YOUR OBJECTIVE - In the lines below, the string "breadth" may appear; say how many lines hold it and give nothing more.

EXTRACTED MATERIAL -
++++

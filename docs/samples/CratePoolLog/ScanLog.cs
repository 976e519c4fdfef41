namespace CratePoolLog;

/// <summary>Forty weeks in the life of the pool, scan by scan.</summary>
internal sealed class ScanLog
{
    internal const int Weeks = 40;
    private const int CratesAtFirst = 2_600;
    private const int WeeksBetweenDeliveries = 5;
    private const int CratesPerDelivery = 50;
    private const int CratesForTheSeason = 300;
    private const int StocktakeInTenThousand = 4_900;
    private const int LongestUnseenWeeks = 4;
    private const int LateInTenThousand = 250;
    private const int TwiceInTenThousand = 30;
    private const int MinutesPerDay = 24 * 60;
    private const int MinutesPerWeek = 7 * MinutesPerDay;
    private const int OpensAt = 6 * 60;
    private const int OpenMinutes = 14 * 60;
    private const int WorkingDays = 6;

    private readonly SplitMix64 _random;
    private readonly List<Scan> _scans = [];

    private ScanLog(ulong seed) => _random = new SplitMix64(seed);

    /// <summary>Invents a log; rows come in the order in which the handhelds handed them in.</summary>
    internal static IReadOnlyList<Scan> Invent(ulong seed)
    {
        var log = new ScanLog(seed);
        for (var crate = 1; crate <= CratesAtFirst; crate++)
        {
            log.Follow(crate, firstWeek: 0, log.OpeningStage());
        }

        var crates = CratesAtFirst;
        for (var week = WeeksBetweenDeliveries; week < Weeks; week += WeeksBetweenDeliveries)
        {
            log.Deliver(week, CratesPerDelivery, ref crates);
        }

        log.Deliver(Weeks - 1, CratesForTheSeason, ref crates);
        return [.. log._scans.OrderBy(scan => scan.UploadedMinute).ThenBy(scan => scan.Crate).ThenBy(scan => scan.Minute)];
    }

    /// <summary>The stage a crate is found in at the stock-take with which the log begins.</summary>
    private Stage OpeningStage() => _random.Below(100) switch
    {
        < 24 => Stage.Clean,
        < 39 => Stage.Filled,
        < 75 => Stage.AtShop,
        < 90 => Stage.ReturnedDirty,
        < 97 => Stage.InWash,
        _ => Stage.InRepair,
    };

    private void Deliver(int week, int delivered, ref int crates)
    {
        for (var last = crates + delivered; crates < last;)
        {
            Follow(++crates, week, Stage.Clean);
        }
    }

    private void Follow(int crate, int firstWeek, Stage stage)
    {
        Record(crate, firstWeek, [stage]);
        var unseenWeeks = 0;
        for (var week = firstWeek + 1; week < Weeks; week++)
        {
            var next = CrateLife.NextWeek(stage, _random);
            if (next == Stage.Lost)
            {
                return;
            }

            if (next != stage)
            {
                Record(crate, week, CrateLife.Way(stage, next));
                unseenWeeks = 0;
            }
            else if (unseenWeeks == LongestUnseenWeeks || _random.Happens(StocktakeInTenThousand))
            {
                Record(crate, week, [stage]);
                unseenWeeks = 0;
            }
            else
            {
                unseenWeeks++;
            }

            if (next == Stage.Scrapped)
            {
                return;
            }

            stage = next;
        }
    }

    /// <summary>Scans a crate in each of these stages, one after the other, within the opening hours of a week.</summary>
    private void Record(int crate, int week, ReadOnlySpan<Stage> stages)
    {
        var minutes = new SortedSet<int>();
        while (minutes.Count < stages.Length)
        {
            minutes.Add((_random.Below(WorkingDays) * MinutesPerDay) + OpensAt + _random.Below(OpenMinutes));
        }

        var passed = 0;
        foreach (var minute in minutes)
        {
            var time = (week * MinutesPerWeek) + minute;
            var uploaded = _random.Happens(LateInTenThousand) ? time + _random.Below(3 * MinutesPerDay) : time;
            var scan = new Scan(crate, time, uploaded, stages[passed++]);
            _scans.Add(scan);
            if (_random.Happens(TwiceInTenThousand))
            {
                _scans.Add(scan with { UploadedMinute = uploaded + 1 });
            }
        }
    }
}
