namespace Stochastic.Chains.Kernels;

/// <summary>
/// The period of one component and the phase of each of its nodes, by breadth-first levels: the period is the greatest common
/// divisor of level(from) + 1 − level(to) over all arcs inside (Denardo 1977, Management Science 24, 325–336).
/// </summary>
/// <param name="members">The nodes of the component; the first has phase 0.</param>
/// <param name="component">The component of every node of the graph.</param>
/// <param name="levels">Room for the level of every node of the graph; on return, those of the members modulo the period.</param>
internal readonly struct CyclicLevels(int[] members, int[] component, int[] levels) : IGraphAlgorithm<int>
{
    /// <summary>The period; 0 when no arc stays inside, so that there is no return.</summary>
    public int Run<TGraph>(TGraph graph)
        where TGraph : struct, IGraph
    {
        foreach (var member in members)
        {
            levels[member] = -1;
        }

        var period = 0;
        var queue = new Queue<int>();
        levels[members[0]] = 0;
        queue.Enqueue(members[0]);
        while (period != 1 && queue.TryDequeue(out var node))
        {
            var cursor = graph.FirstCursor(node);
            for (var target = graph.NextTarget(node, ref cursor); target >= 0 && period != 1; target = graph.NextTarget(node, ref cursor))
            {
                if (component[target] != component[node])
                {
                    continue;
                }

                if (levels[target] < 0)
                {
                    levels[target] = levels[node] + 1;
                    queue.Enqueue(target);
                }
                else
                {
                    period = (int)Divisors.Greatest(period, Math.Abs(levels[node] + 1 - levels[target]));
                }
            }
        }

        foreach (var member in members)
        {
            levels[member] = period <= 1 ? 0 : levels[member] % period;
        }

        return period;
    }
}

++++

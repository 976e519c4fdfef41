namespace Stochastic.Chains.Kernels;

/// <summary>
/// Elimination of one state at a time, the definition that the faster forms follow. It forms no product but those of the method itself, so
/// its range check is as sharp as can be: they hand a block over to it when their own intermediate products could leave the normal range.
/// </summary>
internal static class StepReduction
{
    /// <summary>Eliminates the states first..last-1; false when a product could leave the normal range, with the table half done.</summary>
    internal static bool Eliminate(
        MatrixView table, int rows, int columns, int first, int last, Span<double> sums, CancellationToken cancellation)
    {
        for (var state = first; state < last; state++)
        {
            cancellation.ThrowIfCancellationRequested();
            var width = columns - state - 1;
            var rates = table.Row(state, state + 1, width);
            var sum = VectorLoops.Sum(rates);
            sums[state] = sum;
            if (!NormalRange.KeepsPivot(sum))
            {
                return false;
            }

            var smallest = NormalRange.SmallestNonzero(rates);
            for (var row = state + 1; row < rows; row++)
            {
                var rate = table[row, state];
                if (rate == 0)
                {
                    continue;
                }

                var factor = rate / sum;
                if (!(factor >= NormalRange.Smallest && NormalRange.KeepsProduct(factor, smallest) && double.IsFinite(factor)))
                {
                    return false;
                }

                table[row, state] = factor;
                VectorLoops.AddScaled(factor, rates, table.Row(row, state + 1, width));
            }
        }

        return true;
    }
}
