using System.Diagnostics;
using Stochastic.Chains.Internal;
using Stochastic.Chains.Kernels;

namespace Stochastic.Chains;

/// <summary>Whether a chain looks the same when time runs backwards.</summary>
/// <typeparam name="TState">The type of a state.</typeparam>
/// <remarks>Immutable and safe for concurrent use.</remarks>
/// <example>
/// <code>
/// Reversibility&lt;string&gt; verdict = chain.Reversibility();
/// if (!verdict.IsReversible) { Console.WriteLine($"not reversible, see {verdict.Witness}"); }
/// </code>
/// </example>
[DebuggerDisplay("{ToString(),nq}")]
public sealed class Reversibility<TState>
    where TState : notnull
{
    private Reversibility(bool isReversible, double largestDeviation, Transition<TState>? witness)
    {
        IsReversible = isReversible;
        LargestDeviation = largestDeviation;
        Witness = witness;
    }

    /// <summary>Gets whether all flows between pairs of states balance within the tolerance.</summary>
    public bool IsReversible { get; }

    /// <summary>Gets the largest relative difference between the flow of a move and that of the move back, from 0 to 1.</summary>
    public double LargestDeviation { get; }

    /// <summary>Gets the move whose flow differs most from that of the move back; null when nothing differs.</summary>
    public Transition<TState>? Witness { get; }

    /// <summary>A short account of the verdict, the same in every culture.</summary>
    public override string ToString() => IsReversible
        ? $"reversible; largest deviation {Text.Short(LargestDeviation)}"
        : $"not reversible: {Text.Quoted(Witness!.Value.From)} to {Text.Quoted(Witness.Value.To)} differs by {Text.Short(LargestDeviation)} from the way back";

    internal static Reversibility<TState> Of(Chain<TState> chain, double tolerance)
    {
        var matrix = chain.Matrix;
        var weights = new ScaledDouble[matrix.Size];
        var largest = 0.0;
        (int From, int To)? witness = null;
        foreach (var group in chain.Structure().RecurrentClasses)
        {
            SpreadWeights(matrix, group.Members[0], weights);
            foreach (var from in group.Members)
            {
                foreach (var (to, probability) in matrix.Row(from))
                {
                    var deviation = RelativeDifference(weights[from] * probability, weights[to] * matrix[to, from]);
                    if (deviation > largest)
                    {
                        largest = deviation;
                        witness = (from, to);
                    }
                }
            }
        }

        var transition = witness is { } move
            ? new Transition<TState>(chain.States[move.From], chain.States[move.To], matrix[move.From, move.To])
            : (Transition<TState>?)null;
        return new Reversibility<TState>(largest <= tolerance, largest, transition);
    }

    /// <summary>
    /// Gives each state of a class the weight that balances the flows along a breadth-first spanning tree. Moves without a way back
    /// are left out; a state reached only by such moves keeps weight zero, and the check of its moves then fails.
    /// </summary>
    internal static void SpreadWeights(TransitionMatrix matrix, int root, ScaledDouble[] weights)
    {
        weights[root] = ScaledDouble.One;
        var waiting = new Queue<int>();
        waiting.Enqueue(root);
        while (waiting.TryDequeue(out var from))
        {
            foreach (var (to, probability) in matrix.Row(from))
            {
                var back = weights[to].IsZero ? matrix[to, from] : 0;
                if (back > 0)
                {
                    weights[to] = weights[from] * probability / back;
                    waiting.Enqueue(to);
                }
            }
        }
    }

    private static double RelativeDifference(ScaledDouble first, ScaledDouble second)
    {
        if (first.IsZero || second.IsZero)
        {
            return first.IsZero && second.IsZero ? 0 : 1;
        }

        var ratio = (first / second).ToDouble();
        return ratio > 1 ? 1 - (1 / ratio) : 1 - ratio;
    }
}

++++

OUTPUT FOR THIS EXERCISE - 2